В той же работе было установлено, что все быстрорастущие изоля-ты, принадлежащие к виду R. leguminosarum , несут ген nodX , характерный для симбионтов Pisum sativum сорта Afghanistan (9). Все известные растения трибы Fabeae формируют группу перекрестной инокуляции и образуют клубеньки с бактериями этого же вида, причем для формирования симбиоза наличие гена nodX в большинстве случаев не обязательно. Однако в геноме P. sativum cv. Afghanistan (так называемого афганского гороха) присутствует аллель sym2A , кодирующий рецептор, который специфично связывается только с Nod-фактором, декорированным дополнительной ацетильной группой, присоединенной под контролем гена nodX (10).
В настоящее время направление по изучению роли гена nodX в обеспечении индивидуального взаимодействия между бобовым растением и ризобиальными бактериями развивается очень активно (11).
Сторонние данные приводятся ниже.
package minimize

import (
	"context"
	"fmt"
	"io"
	"math"

	"github.com/tenter-go/tenter/action"
	"github.com/tenter-go/tenter/field"
	"github.com/tenter-go/tenter/lattice"
)

// A Given closes the problem of a periodic history, of which there is a family:
// it says which member is wanted. It is one of [Period], [Frequency], [Energy] and
// [Amplitude].
type Given interface {
	check(b lattice.Block, components int) error
}

// Period gives the period T.
type Period float64

// Frequency gives the angular frequency ω = 2π/T.
type Frequency float64

// Energy gives the energy E = −dS/dT, S being the action of one period: the mean
// over its slices of elastic and potential energy, and over its time links of the
// kinetic energy, of which the lattice conserves the sum on average.
type Energy float64

// Amplitude gives the value of a component of the field at position X, which must
// be a site, in the first slice.
type Amplitude struct {
	X         float64
	Component int
	Value     float64
}

func positive(name string, v float64) error {
	if !(v > 0) || math.IsInf(v, 0) {
		return fmt.Errorf("minimize: periodic history of the %s %v; want a finite number > 0", name, v)
	}
	return nil
}

func (p Period) check(lattice.Block, int) error    { return positive("period", float64(p)) }
func (f Frequency) check(lattice.Block, int) error { return positive("frequency", float64(f)) }

func (e Energy) check(lattice.Block, int) error {
	if math.IsNaN(float64(e)) || math.IsInf(float64(e), 0) {
		return fmt.Errorf("minimize: periodic history of the energy %v; want a finite number", float64(e))
	}
	return nil
}

func (a Amplitude) check(b lattice.Block, components int) error {
	if _, err := b.Space.Index(a.X); err != nil {
		return fmt.Errorf("minimize: amplitude: %w", err)
	}
	if a.Component < 0 || a.Component >= components {
		return fmt.Errorf("minimize: amplitude of component %d; the field has %d, counted from 0", a.Component, components)
	}
	if math.IsNaN(a.Value) || math.IsInf(a.Value, 0) {
		return fmt.Errorf("minimize: amplitude %v; want a finite number", a.Value)
	}
	return nil
}

// PeriodicSettings of Periodic. The zero value works; so does a nil pointer.
type PeriodicSettings struct {
	// Tolerance is the largest |∂S/∂φ|/hk of a solution, in which the phase
	// condition may push. 0 means 1e-10 of the largest term of the equation.
	Tolerance float64

	Iterations int // limit of Newton steps. 0 means 50.

	// HoldPosition fixes the position by another linear condition,
	// ⟨φ_x, φ − φ_start⟩ = 0 with φ_x of the start: for an object on a ring or far
	// from the ends, whose translation is a zero mode.
	HoldPosition bool

	Memory, Work float64 // limits of the factorisation, as in Settings

	Progress io.Writer                  // gets one line for each step
	Watch    func(Step, *field.History) // sees the history after each step; it must not keep it
	Trace    bool                       // keeps the steps in the report
}

// An Orbit is a history that is periodic in time. The time axis of its history
// has the step Period/Slices.
type Orbit struct {
	*Found
	Period    float64
	Frequency float64 // ω = 2π/Period
	Energy    float64 // −dS/d(Period)
	Action    float64 // S of one period

	// Holding is the largest push per hk, over the block, of the conditions that
	// fix phase and position. On the lattice a shift by less than a step is a
	// symmetry only up to terms that fall exponentially with the slices a period
	// (sites a width); Holding shows them. It is part of ∂S/∂φ/hk, of which
	// Report.After is the rest.
	Holding float64
}

const problemPeriodic = "periodic history"

// Periodic finds a history that is periodic in time and makes the action of a
// Lorentzian density stationary: a breather, an oscillon, a nonlinear standing
// wave. The block's time axis is periodic; its length is the first guess of the
// period, which is an unknown unless it is given, and its number of slices is
// that of the answer.
//
// The slices stay and the period T multiplies their distance: the action of one
// period is K/T − UT, the kinetic part from differences of neighbouring slices.
// The unknowns are the free values, T, and the multiplier μ of the condition that
// fixes the phase,
//
//	∂S/∂φ + μφ̇ = 0,  ⟨φ̇, φ − φ_start⟩ = 0,
//
// φ̇ being the rate of the start [Doedel, Keller & Kernévez 1991, Int. J.
// Bifurcation Chaos 1, 493], together with what is given. Newton's method with a
// bordered factorisation solves them; the step is halved where that is needed to
// come nearer. The start history must therefore move and be near the orbit. Held
// and odd ends stay at the values of the start.
//
// The density must not depend on time, and losses and open ends are refused. The
// error is a *NotConverged unless the status is Converged; the orbit then holds
// the best history. Linear waves swing with one period at any amplitude: give the
// amplitude, not the period.
func Periodic(ctx context.Context, b lattice.Block, d action.Density, start *field.History, given Given, set *PeriodicSettings) (*Orbit, error) {
	o, err := newOrbit(b, d, start, given, set)
	if err != nil {
		return nil, err
	}
	return o.solve(ctx)
}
Представленные выше данные позволяют считать вавиловию прекрасную и ее микросимбионтов перспективными модельными объектами для исследования механизмов эволюции специфичности в бобово-ризобиальном симбиозае.
Благодаря удачным экспедициям в различные регионы Кавказа, наша исследовательская группа располагает образцами растений вавило-вии прекрасной и штаммов ризобий, выделенных из их клубеньков.
Целью настоящей работы было определение видовой принадлежности быстрорастущих изолятов ризобий из клубеньков вавиловии прекрасной на основании последовательностей фрагмента ITS, а также выявление особенностей хозяйской специфичности, которые могут быть оценены при помощи филогенетического анализа генов nodA и nodX . Мы также провели сравнение генетических расстояний, оцененных по последовательностям ITS и nodA в генотипе штаммов ризобий, выделенных из клебеньков разных растений-хозяев в различных географических регионах, для выявления экологически значимых показателей полиморфизма изучаемых изолятов.
Методика. Растения вавиловии прекрасной с клубеньками были собраны в 2012-2013 годах в Северо-Осетинском заповеднике (Северная Осетия, Алагирский р-н), Армении и Дагестане на высоте более 1500 м. В настоящей работе были изучены 19 штаммов ризобий из клубеньков 10 растений вавиловии, принадлежавших к трем разным популяциям.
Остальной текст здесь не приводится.